Writing things down will also help you remember those things more accurately. Joseph LeDoux , a neuroscientist who studies how the brain generates emotions, says that most of our long-term memory is actually rewritten in our brain depending on the emotions we had when we last thought about that memory. In other words, the memory you had of playing with your dog as a child is just a version of the last time you thought about it. The more you write down what you’re thinking, the greater you can boost the memory of what you’re writing about in your brain.
- Take a nap
Need to be more alert and focused? Take a 10- to 20-minute nap, and you’ll get enhanced alertness and focus for the next two hours.
Hoping to be smarter? Take a 60-minute nap. Although it may cause grogginess, it can also help improve memory and learning.
Want all the brain power you can get? Take a 90-minute nap, which is how long your brain needs to experience a full sleep cycle. You’ll benefit from increased alertness, memory, learning, creativity and performance.
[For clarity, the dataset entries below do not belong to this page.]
/**
 * Solver programs that read and write open formats, run as child processes through {@link
 * steelyard.adapters.spi.Programs}.
 */
package steelyard.adapters.program;
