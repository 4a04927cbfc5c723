package steelyard.adapters.program;

import java.io.IOException;
import java.util.OptionalLong;
import steelyard.adapters.sat.encoding.Integers;
import steelyard.adapters.sat.encoding.ModelEncoder;
import steelyard.adapters.sat.encoding.ObjectiveBound;
import steelyard.adapters.spi.Deadline;
import steelyard.adapters.spi.Goal;
import steelyard.adapters.spi.Monitor;
import steelyard.adapters.spi.SolveOutcome;
import steelyard.adapters.spi.SolveOutcome.Why;
import steelyard.adapters.spi.Status;
import steelyard.variants.model.Ints;
import steelyard.variants.model.Model;

/** Answers one goal by one call after another, each on a formula with more clauses. */
final class Search {
  /** Into so many steps the gap is divided at first; common practice, not tuned. */
  private static final long FIRST_STEPS = 8;

  private final Model model;
  private final ModelEncoder encoded;
  private final Integers integers;
  private final CnfFile formula;
  private final Calls calls;
  private final Deadline deadline;
  private final Monitor monitor;

  /**
   * A search.
   *
   * @param encoded has written the model to {@code formula}, where it goes on writing
   */
  Search(
      Model model,
      ModelEncoder encoded,
      CnfFile formula,
      Calls calls,
      Deadline deadline,
      Monitor monitor) {
    this.model = model;
    this.encoded = encoded;
    this.integers = encoded.integers();
    this.formula = formula;
    this.calls = calls;
    this.deadline = deadline;
    this.monitor = monitor;
  }

  SolveOutcome run(Goal goal) throws IOException {
    if (goal instanceof Goal.Enumerate all) {
      return enumerate(all.projection(), all.atMost());
    }
    return goal instanceof Goal.Optimise && encoded.objective().isPresent()
        ? optimise(encoded.objective().get())
        : satisfy();
  }

  private SolveOutcome satisfy() {
    Answer answer = calls.ask(formula);
    boolean found = answer instanceof Answer.Model;
    if (answer instanceof Answer.Model it) {
      report(it);
    }
    return outcome(found, answer, OptionalLong.empty());
  }

  /**
   * Asks for something better until there is nothing, in large steps, because every call starts
   * from nothing. How much better doubles while it is found; after a step that is refuted, which
   * proves a bound, the gap is halved. So the number of calls grows with the logarithm of the gap,
   * and none asks for more than the optimum itself takes: a target that can be met is no harder
   * than the optimum, one that cannot is refuted with room to spare.
   */
  private SolveOutcome optimise(ObjectiveBound bound) throws IOException {
    long low = 0;
    monitor.bound(bound.value(low));
    Answer answer = calls.ask(formula);
    if (!(answer instanceof Answer.Model first)) {
      return outcome(false, answer, OptionalLong.of(bound.value(low)));
    }
    long high = improved(bound, first);
    long step = (high - low) / FIRST_STEPS + 1;
    boolean halves = false;
    while (low < high) {
      long target = bound.hasLiterals() ? Math.max(low, high - step) : high - 1;
      answer = askForAtMost(bound, target, high);
      if (answer instanceof Answer.Model better) {
        high = improved(bound, better);
      } else if (answer instanceof Answer.NoModel) {
        low = target + 1;
        halves = true;
        monitor.bound(bound.value(low));
        if (low < high) {
          bound.learnAtLeast(low);
        }
      } else {
        return outcome(true, answer, OptionalLong.of(bound.value(low)));
      }
      step = Math.max(1, Math.min(2 * step, halves ? (high - low) / 2 : high - low));
    }
    OptionalLong best = OptionalLong.of(bound.value(high));
    return SolveOutcome.of(Status.OPTIMAL, best, Why.EXHAUSTED);
  }

  /** The smallest step is asked for already; for a larger one a clause is added for this call. */
  private Answer askForAtMost(ObjectiveBound bound, long target, long high) throws IOException {
    if (target == high - 1) {
      return calls.ask(formula);
    }
    CnfFile.End end = formula.end();
    formula.clause(new int[] {bound.atMost(target)}, 1);
    Answer answer = calls.ask(formula);
    formula.cutBack(end);
    return answer;
  }

  /** Reports what was found and asks for better from now on; what it costs. */
  private long improved(ObjectiveBound bound, Answer.Model found) {
    boolean[] truth = report(found);
    long value = model.objective().orElseThrow().sum().value(v -> integers.value(v, truth));
    long cost = bound.cost(value);
    bound.requireAtMost(cost - 1);
    return cost;
  }

  /** Forbids each projected solution before asking for the next. */
  private SolveOutcome enumerate(Ints projection, long atMost) {
    for (int variable : projection.toArray()) {
      if (!integers.has(variable)) {
        String name = model.variables().name(variable);
        return new SolveOutcome(
            Status.UNKNOWN,
            OptionalLong.empty(),
            Why.REFUSED,
            "variable " + name + " is defined, but nothing uses it: program does not lower it");
      }
    }
    long found = 0;
    Answer answer = calls.ask(formula);
    while (answer instanceof Answer.Model next) {
      boolean[] truth = report(next);
      found++;
      if (found == atMost) {
        break;
      }
      integers.forbid(projection, truth);
      answer = calls.ask(formula);
    }
    return outcome(found > 0, answer, OptionalLong.empty());
  }

  /** Reports a solution; the truth of the formula's variables in it. */
  private boolean[] report(Answer.Model found) {
    boolean[] truth = found.assignment().completed();
    monitor.solution(
        model.variables().decisions().stream().map(v -> integers.value(v, truth)).toArray());
    return truth;
  }

  private SolveOutcome outcome(boolean found, Answer last, OptionalLong bound) {
    Status status = found ? Status.FEASIBLE : Status.UNKNOWN;
    if (last instanceof Answer.Model) {
      return SolveOutcome.of(status, bound, Why.EXHAUSTED);
    }
    if (last instanceof Answer.NoModel) {
      Status none = found ? status : Status.INFEASIBLE;
      return SolveOutcome.of(none, OptionalLong.empty(), Why.EXHAUSTED);
    }
    if (last instanceof Answer.Nothing nothing) {
      return new SolveOutcome(status, bound, Why.FAILED, nothing.reason());
    }
    return SolveOutcome.of(
        status, bound, last instanceof Answer.OutOfWork ? Why.WORK : stopped(deadline));
  }

  /** Why a run was stopped. */
  static Why stopped(Deadline deadline) {
    return deadline.nanosLeft() <= 0 ? Why.WALL : Why.STOPPED;
  }
}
Need a boost but don’t have much time? One study says you should stick with 10 minutes if you need to refresh but don’t have a lot of time, since it produces better benefits compared to five-, 20- or even 30-minute naps.
They say you can’t teach old dog new tricks, but when it comes to the human brain, there are things you can do to sharpen, adapt and change the vitality of it. To build a better brain, adopt the right stimulation, which can help form new neural pathways that will increase your cognitive abilities, enhance your ability to learn new information and improve your memory.